▸ WHAT IS REQUIRED
Your result will be the set of lines with "toHaveLength", copied from the material below.
'''
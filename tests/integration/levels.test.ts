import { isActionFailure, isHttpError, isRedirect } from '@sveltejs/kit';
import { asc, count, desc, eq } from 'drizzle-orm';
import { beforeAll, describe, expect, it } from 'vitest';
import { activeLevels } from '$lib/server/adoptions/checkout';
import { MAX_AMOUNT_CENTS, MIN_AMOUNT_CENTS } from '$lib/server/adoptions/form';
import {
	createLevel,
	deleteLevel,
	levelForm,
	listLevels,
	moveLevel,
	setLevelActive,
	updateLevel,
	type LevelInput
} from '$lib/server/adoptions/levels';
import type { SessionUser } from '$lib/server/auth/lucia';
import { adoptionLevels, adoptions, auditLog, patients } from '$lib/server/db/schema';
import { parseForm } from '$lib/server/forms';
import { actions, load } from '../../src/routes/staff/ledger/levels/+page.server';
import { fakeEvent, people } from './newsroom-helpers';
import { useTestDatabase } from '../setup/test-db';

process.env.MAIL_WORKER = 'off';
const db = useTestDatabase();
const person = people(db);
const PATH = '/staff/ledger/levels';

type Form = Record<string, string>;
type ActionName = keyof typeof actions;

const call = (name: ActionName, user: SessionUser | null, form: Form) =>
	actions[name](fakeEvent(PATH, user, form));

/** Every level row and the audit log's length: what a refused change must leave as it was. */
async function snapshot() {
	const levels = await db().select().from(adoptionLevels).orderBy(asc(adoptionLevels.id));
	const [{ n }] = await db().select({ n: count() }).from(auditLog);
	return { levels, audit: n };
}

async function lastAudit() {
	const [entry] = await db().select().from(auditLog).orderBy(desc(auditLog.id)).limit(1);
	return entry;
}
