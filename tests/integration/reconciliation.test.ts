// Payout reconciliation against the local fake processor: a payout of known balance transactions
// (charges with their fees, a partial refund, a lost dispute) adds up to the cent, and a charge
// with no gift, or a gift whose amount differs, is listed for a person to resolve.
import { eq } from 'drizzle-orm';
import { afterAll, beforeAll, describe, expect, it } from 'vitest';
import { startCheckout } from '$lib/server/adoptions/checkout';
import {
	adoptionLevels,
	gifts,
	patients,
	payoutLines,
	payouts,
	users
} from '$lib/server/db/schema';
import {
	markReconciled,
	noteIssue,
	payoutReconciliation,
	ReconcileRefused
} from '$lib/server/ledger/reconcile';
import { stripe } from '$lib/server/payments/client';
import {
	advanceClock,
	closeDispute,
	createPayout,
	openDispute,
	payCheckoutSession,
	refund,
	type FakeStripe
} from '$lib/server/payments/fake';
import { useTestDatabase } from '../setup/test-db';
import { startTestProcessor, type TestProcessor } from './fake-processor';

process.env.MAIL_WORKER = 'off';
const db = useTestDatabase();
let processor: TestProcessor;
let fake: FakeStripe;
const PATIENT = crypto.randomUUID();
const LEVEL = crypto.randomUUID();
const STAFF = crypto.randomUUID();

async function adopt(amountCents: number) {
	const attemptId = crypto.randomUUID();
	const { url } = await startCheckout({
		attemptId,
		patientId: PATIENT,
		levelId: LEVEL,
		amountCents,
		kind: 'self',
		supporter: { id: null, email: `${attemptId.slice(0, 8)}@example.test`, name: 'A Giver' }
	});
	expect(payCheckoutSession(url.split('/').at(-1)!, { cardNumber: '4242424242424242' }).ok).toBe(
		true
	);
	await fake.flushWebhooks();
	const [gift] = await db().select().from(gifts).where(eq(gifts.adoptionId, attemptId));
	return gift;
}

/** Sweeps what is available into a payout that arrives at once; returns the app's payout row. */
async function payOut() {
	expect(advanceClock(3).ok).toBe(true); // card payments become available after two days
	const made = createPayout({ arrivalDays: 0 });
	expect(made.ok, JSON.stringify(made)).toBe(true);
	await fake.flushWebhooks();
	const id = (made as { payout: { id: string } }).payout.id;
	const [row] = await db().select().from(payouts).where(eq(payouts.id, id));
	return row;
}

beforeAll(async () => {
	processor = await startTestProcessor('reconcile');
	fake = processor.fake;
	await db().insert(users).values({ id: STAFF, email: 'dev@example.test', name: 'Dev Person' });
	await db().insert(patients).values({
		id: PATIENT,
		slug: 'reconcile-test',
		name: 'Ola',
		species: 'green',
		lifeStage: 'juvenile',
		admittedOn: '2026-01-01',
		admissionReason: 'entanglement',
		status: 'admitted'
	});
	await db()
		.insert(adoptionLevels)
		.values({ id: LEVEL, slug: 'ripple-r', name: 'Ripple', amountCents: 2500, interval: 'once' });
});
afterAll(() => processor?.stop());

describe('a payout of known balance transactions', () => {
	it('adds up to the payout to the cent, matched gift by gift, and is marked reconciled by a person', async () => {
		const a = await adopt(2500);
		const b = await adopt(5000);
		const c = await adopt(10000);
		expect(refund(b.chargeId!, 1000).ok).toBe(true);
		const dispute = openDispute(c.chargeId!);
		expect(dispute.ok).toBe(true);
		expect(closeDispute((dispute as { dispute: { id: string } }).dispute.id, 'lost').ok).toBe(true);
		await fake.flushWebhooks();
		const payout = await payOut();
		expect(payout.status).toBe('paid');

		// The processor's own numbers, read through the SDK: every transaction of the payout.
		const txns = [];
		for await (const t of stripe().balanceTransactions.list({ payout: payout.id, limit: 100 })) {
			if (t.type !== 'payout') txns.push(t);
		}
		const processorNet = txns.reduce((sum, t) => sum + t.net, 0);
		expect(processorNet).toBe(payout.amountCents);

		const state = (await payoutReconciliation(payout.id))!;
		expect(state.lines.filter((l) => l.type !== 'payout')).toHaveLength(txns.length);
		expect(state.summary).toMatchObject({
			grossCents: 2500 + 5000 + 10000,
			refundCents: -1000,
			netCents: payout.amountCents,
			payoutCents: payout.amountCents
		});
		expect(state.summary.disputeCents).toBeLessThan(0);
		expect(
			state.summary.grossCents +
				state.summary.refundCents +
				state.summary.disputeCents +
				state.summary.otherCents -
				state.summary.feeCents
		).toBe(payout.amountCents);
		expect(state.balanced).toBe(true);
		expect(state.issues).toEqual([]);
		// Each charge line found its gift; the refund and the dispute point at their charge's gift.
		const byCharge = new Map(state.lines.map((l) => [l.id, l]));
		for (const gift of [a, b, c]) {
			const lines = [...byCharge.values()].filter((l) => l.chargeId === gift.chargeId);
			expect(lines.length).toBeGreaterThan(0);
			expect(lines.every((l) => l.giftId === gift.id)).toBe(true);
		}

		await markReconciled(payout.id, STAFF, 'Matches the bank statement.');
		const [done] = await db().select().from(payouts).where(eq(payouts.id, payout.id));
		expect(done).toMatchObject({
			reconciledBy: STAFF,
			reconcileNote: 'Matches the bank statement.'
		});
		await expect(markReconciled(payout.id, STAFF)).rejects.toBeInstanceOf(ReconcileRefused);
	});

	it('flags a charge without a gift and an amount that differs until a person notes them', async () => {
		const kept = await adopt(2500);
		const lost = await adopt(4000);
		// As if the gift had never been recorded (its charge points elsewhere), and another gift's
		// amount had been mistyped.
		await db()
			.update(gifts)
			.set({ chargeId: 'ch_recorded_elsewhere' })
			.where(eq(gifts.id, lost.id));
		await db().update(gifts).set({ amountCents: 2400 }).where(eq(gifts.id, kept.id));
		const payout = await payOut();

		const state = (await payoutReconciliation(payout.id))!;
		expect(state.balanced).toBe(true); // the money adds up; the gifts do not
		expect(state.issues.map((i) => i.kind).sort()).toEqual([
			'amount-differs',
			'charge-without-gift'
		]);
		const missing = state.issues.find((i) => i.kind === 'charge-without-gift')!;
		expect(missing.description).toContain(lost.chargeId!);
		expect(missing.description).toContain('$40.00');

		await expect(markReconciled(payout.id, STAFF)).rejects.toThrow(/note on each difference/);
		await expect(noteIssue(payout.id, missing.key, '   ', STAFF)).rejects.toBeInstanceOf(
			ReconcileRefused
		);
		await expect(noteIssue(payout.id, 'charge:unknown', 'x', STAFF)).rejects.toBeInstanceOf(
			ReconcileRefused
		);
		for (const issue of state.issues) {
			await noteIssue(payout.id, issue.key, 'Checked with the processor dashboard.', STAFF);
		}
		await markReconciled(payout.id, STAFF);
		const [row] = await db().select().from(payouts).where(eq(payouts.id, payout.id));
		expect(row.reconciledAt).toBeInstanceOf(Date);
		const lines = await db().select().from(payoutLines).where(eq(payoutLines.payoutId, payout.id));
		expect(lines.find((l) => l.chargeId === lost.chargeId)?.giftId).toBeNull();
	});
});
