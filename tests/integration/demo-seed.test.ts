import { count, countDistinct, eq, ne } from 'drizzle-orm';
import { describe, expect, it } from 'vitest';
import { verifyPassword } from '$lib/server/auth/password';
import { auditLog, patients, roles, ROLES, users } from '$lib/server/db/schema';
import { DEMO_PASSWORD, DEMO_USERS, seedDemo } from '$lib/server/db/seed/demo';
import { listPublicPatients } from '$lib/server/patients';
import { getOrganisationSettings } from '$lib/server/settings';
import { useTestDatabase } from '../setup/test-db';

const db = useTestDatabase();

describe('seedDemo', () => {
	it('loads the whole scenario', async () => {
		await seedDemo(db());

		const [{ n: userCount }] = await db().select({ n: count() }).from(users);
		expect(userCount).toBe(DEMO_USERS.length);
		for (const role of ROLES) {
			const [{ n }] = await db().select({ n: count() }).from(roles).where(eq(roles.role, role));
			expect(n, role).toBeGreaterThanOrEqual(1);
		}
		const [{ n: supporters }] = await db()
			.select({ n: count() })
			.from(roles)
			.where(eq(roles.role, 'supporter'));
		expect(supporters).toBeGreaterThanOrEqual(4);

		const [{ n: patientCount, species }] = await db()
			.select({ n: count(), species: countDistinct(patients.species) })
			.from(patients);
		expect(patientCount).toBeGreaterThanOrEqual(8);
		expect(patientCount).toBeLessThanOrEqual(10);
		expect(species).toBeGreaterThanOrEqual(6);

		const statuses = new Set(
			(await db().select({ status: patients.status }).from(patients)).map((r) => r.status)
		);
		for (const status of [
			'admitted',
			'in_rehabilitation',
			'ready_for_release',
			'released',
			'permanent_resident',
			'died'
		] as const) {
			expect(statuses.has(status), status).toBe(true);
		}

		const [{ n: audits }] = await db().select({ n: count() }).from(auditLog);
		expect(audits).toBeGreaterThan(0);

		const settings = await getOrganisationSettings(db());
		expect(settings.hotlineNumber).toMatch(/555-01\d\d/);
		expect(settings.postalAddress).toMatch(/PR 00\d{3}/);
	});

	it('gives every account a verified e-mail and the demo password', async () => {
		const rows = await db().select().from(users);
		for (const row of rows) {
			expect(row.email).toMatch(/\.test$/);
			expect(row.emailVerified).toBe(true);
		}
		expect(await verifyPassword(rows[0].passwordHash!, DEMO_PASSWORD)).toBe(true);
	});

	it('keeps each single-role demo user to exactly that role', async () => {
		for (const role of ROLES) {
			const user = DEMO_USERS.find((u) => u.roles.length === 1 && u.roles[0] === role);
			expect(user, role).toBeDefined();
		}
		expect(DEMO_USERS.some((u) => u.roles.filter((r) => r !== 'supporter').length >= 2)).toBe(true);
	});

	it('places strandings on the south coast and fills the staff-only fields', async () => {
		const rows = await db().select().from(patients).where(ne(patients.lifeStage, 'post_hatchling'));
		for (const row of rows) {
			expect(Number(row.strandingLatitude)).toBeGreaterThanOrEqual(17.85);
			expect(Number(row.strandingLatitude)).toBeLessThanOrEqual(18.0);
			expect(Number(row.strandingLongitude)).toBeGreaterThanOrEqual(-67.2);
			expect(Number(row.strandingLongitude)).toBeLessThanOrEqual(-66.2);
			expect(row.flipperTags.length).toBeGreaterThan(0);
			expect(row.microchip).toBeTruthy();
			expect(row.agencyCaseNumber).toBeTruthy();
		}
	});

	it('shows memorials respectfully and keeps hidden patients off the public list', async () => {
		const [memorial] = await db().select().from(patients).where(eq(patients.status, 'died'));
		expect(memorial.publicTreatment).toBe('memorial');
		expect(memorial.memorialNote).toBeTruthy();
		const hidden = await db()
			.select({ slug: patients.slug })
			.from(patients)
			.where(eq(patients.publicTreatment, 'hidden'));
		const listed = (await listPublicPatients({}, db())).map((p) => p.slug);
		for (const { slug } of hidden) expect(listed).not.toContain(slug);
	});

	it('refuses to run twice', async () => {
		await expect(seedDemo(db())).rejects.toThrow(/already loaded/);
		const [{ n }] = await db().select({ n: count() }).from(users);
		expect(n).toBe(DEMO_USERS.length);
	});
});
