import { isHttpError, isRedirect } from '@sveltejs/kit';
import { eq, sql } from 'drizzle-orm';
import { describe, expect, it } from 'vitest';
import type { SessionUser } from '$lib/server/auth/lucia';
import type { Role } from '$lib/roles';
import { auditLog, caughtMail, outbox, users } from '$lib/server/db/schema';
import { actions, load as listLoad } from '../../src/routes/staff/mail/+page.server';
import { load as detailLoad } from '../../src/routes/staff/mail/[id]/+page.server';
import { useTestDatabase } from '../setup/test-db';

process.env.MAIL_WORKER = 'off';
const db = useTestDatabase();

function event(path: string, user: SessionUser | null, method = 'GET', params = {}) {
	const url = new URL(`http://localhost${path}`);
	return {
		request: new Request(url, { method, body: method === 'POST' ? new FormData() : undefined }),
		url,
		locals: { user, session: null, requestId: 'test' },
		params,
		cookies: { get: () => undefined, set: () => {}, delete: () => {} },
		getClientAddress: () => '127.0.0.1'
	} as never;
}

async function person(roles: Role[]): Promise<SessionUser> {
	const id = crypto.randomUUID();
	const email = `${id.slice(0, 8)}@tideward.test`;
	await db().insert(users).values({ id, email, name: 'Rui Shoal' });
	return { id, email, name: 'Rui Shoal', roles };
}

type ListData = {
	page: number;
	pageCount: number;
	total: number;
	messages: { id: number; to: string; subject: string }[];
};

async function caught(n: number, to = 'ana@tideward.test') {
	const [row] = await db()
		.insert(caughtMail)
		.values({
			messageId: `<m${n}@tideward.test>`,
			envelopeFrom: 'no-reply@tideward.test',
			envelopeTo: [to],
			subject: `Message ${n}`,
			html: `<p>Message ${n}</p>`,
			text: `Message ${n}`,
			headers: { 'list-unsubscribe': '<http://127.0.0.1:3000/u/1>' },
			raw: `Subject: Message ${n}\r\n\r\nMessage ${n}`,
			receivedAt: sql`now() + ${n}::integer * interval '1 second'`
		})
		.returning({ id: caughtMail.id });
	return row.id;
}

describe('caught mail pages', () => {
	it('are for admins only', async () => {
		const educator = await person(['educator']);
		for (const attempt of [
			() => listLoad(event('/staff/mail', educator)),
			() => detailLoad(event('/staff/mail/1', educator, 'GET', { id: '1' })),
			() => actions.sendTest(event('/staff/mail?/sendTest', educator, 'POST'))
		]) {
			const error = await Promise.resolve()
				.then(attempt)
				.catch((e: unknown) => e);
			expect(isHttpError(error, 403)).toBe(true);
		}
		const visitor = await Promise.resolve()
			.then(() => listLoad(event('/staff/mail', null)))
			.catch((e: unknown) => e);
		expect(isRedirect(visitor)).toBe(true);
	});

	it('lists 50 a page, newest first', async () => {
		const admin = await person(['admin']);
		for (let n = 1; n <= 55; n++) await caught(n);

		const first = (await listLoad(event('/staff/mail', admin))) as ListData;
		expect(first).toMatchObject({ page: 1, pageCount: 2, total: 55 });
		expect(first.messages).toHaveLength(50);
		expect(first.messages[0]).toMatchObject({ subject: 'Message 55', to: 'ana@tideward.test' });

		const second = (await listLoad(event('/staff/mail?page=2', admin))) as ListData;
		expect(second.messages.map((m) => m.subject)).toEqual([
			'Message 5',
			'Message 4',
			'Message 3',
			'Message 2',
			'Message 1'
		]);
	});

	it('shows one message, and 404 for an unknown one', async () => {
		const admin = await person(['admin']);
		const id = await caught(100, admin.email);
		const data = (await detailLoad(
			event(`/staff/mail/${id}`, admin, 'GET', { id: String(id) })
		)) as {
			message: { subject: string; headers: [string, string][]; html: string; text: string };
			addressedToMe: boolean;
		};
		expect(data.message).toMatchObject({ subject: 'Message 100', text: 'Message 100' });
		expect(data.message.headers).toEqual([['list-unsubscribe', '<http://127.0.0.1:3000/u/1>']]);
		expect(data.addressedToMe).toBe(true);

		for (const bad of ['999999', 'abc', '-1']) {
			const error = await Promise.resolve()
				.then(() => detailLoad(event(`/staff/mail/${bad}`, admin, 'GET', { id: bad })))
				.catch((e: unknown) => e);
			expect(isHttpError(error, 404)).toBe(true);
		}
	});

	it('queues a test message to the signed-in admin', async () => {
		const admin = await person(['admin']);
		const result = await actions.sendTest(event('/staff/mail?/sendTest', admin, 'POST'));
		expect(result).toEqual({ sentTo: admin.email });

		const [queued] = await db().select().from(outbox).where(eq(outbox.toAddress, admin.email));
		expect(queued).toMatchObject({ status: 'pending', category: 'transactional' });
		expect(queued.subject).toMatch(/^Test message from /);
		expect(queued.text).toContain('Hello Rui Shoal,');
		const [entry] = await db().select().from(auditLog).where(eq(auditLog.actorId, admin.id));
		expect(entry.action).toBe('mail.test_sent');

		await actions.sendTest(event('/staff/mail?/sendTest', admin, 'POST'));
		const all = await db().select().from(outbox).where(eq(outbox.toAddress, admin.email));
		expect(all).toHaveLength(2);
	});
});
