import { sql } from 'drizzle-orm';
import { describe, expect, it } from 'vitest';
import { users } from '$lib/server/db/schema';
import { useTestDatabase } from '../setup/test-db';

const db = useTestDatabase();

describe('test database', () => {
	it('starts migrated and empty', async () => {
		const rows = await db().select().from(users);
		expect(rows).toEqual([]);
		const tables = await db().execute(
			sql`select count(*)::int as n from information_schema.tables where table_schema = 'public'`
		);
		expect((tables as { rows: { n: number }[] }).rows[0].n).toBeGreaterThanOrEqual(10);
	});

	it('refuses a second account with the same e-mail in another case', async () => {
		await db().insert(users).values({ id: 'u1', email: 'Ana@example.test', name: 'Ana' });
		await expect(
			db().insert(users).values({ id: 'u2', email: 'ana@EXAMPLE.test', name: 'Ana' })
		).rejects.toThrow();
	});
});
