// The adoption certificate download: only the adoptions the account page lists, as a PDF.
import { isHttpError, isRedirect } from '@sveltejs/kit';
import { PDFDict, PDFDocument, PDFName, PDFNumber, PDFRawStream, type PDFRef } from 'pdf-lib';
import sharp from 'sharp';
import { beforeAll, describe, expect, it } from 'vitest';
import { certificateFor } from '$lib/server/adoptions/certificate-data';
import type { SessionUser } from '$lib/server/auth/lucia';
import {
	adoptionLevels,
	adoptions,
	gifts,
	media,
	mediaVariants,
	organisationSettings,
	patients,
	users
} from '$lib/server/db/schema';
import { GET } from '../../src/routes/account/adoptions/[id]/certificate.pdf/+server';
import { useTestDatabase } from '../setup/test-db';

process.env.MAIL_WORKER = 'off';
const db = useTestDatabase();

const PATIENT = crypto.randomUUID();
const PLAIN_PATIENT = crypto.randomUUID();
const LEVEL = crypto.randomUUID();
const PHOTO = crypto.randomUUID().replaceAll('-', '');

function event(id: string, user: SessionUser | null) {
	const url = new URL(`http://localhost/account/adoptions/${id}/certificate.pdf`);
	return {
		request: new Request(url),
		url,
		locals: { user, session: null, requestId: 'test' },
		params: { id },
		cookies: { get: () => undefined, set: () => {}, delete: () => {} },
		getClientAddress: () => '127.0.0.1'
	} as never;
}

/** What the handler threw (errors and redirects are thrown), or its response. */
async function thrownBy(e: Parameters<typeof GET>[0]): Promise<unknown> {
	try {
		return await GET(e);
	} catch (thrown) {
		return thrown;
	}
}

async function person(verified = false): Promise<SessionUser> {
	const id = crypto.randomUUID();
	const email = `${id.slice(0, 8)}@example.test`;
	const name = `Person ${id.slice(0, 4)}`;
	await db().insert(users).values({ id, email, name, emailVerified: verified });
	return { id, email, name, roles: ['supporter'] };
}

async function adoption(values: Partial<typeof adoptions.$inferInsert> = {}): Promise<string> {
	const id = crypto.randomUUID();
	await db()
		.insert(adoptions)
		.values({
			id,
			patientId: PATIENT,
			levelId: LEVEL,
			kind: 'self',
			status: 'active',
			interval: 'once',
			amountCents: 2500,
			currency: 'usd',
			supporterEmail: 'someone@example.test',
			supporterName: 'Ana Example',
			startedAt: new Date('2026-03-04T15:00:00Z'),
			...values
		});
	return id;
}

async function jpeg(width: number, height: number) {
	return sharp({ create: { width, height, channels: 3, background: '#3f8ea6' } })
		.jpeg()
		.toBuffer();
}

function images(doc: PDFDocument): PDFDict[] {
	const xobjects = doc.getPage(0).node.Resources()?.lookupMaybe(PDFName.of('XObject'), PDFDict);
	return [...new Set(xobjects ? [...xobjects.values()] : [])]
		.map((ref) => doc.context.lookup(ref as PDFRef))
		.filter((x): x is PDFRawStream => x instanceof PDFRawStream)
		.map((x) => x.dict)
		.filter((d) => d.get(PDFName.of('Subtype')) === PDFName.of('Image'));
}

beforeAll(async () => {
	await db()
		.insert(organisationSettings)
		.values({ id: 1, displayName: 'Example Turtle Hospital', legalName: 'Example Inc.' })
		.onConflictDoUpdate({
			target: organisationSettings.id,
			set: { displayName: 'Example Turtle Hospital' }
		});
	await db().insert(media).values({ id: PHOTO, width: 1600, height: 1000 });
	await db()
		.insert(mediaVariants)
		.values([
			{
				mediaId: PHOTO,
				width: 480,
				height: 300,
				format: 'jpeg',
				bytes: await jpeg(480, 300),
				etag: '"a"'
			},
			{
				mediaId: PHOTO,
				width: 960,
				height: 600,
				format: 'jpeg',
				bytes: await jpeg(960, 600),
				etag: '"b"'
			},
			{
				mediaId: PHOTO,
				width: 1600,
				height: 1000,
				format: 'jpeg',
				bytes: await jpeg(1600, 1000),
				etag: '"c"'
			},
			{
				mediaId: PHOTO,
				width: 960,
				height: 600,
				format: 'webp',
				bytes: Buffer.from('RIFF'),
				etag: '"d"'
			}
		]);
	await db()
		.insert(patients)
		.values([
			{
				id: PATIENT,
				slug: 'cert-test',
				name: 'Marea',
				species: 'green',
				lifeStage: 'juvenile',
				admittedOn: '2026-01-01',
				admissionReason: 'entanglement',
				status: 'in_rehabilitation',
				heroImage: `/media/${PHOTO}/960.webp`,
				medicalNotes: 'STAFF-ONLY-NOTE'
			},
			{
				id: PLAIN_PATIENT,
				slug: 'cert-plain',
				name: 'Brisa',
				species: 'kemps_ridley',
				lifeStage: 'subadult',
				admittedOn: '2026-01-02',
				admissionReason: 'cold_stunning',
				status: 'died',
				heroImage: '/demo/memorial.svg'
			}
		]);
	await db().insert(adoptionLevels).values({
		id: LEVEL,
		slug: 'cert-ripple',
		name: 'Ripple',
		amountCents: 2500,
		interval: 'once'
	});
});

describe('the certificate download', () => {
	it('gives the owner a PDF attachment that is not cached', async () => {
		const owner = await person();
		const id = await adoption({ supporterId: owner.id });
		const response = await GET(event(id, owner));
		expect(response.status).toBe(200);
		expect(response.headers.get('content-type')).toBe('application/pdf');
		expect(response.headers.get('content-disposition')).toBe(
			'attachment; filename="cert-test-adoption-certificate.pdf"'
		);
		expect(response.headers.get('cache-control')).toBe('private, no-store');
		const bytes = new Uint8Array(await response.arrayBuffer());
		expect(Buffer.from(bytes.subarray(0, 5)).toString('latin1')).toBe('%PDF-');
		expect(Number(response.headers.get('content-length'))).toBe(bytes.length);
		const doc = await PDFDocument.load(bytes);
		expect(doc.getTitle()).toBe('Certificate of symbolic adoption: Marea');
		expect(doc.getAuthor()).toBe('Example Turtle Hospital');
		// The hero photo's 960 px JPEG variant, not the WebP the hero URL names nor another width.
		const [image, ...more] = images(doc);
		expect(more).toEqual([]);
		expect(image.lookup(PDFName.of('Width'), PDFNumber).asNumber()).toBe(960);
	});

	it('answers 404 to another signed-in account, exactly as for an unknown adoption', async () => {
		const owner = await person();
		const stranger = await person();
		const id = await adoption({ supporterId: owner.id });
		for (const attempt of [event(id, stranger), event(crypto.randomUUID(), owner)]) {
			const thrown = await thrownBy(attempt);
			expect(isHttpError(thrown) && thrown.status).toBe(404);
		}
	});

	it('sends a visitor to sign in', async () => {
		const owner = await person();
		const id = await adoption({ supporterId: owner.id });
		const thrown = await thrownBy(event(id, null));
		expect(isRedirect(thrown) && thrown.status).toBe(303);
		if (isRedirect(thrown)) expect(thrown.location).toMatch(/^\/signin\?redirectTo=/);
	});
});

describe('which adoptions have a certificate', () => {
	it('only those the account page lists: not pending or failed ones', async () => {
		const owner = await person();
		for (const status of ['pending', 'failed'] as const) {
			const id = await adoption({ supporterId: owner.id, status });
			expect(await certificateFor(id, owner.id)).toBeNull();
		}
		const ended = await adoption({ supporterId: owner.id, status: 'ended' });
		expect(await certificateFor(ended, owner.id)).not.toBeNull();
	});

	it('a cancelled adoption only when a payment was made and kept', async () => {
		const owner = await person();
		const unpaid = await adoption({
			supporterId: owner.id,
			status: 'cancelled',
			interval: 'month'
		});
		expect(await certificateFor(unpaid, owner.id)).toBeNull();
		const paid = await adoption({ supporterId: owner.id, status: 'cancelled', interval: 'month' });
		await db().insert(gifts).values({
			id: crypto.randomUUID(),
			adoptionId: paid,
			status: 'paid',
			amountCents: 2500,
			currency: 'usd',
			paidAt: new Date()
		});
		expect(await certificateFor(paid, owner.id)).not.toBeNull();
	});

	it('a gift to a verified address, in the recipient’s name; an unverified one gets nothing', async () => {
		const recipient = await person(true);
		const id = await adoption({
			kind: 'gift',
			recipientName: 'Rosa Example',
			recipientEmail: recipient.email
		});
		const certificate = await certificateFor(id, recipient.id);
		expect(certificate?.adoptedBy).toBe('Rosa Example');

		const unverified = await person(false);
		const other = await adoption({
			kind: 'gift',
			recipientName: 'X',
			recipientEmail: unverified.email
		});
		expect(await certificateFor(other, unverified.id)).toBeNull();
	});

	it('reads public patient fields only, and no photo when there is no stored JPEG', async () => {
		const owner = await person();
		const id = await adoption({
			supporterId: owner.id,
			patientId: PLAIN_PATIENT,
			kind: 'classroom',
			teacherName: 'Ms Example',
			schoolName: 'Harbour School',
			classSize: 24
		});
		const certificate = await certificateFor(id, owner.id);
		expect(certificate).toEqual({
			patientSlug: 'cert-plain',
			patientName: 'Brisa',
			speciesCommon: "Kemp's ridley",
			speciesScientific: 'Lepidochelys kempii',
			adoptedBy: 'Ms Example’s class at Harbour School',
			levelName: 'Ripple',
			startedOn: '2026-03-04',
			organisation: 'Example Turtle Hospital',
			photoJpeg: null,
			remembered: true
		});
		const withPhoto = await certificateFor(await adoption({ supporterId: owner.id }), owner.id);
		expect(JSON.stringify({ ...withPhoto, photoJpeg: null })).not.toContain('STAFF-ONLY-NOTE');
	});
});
'''
▸ ANSWER AREA
		expect(state.lines.filter((l) => l.type !== 'payout')).toHaveLength(txns.length);
		expect(first.messages).toHaveLength(50);
		expect(all).toHaveLength(2);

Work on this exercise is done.